Evaluation of Genomic DNA-Extraction Methods for Molecular Analysis of Solanecio biafrae

Abstract

ABSTRACT Solanecio biafrae (Oliv. & Hiern) C. Jеffrеу, an indigenous vegetable of the humid tropics, is rich in minerals and easy to cultivate, but its vegetative growth is slow, making production fall short of demand. An efficient and effective genomic DNA-extraction method is necessary for a comprehensive molecular analysis to increase leaf yield and further improve proximate and mineral contents of the vegetable. Cetyltrimethylammonium bromide (CTAB), sodium dodecyl sulfate (SDS), and Qiagen kit (QIAGEN) methods were evaluated for extraction of genomic DNA from young leaves suitable for PCR amplification for molecular analyses. Quantity and quality of the DNA were examined spectrophotometerically and with gel electrophoresis.
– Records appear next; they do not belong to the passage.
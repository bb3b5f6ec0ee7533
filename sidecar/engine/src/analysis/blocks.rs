//! Conditions compared within blocks: each block's shift is taken out before the
//! conditions are compared, and every interval and test uses the blocked model's error.
//!
//! A trial run in blocks (days, batches, shifts) is analysed with the additive model
//! `value = condition + block + error`. Its least-squares fit is made on the cell
//! summaries (one weighted row per condition and block that holds values), centred on
//! the grand mean, by a singular value decomposition that also tells whether conditions
//! and blocks can be told apart at all (a design where some condition never shares a
//! block with the others cannot). From the fit come:
//!
//! - the block shifts (each block's effect less their average), which are taken off the
//!   values, so the condition means that follow are the least-squares means averaged over
//!   the blocks with equal weight (the usual "adjusted means", common practice);
//! - the covariance of those means over the error variance, which gives every standard
//!   error of a mean, a difference or a contrast (in a balanced trial it is `1/n` on the
//!   diagonal and zero elsewhere, as in the one-way model);
//! - the ANOVA with blocks first and conditions adjusted for blocks (sequential sums of
//!   squares: blocks, then conditions, then error; they add up to the total), and the
//!   error's degrees of freedom `N − k − (b − 1)`.
//!
//! The fit is made on the values' deviations from a centre (typed decimals differenced
//! exactly) divided by a power of two, and every figure is put back in the data's unit,
//! so a trial near 1e300 or 1e-300, or at an offset of 1e9 with a small spread, gives
//! the answers of the same trial at scale one (ratios from the scaled sums; a sum of
//! squares beyond the range of `f64` is itself infinite).
//!
//! The pairwise families (Tukey-Kramer and the others) then work as in the one-way model
//! with these standard errors. In an unbalanced blocked trial the critical values of the
//! Tukey-Kramer family (and the correlations of the comparisons with a control or with
//! the best) are those of the one-way model with the same counts: the same approximation
//! the Tukey-Kramer method makes for unequal counts (common practice).
//!
//! Checked against statsmodels 0.15.0 (`ols("y ~ C(block) + C(condition)")`, `anova_lm`
//! type 1, least-squares means from the fitted parameters and their covariance) and
//! scipy 1.17.1 (`studentized_range.sf`) on a balanced and an unbalanced trial (tests
//! below).

use nalgebra::{DMatrix, DVector};
use serde::Serialize;

use crate::analysis::contrast::Contrast;
use crate::analysis::oneway::{fit_one_way_sharing, AnovaLine, OneWayError, OneWayFit, SharedError};
use crate::stats::accumulate::{
    centre_values, magnitude_exponent, oneway_sums, scale_by_power_of_two, GroupAccumulator,
};
use crate::stats::dist;

/// Singular values below this share of the largest count as zero when deciding whether
/// conditions and blocks can be told apart.
const RANK_TOLERANCE: f64 = 1e-10;

/// The blocks of a trial: which block each value was made in.
#[derive(Debug, Clone, Copy)]
pub struct Blocks<'a> {
    /// The blocking factor's name (several blocking columns joined by the caller).
    pub factor: &'a str,
    /// Block labels.
    pub names: &'a [String],
    /// For each value, an index into `names`.
    pub block_of_value: &'a [u32],
}

/// One block's shift: how far its values sat from the average block.
#[derive(Debug, Clone, Serialize)]
pub struct BlockShift {
    /// The block's label.
    pub block: String,
    /// Its effect less the average of the blocks' effects, in the response's units.
    pub shift: f64,
}

/// How the blocks were taken out of a one-way fit (kept in [`OneWayFit::blocks`]).
#[derive(Debug, Clone, Serialize)]
pub struct BlocksRemoved {
    /// The blocking factor's name.
    pub factor: String,
    /// Degrees of freedom of the blocks (blocks with values less one).
    pub df: f64,
    /// Sum of squares between blocks (before the conditions, sequential).
    pub ss: f64,
    /// Each block's shift, in the order of the block labels.
    pub shifts: Vec<BlockShift>,
    /// Covariance of the conditions' adjusted means over the error variance (`k × k`,
    /// row-major, conditions in the fit's order).
    #[serde(skip)]
    pub mean_covariance: Vec<f64>,
    /// Number of conditions in the fit (the side of `mean_covariance`).
    #[serde(skip)]
    pub n_conditions: usize,
}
Amplification of the DNA by PCR for molecular analysis was assessed with five inter-simple sequence repeat (ISSR) primers. The mean DNA yield using QIAGEN, CTAB, and SDS methods were 71.0, 35.4, and 38.8 µg∙µL−1∙g−1 of tissue, respectively. The mean 260/280 nm ratios of QIAGEN, CTAB, and SDS were 1.84, 1.83, and 1.79, respectively. Gel electrophoresis indicated presence of DNA free of contaminants in all samples using three methods. A total of 270 distinct bands were produced by five ISSR primers with similar patterns among three DNA-extraction methods, ranging from 200–2900 base pairs. Three methods are capable of extracting adequate genomic DNA suitable for PCR amplification. The QIAGEN method produced the highest DNA yield, which was of the same quality with DNA obtained using CTAB and SDS methods.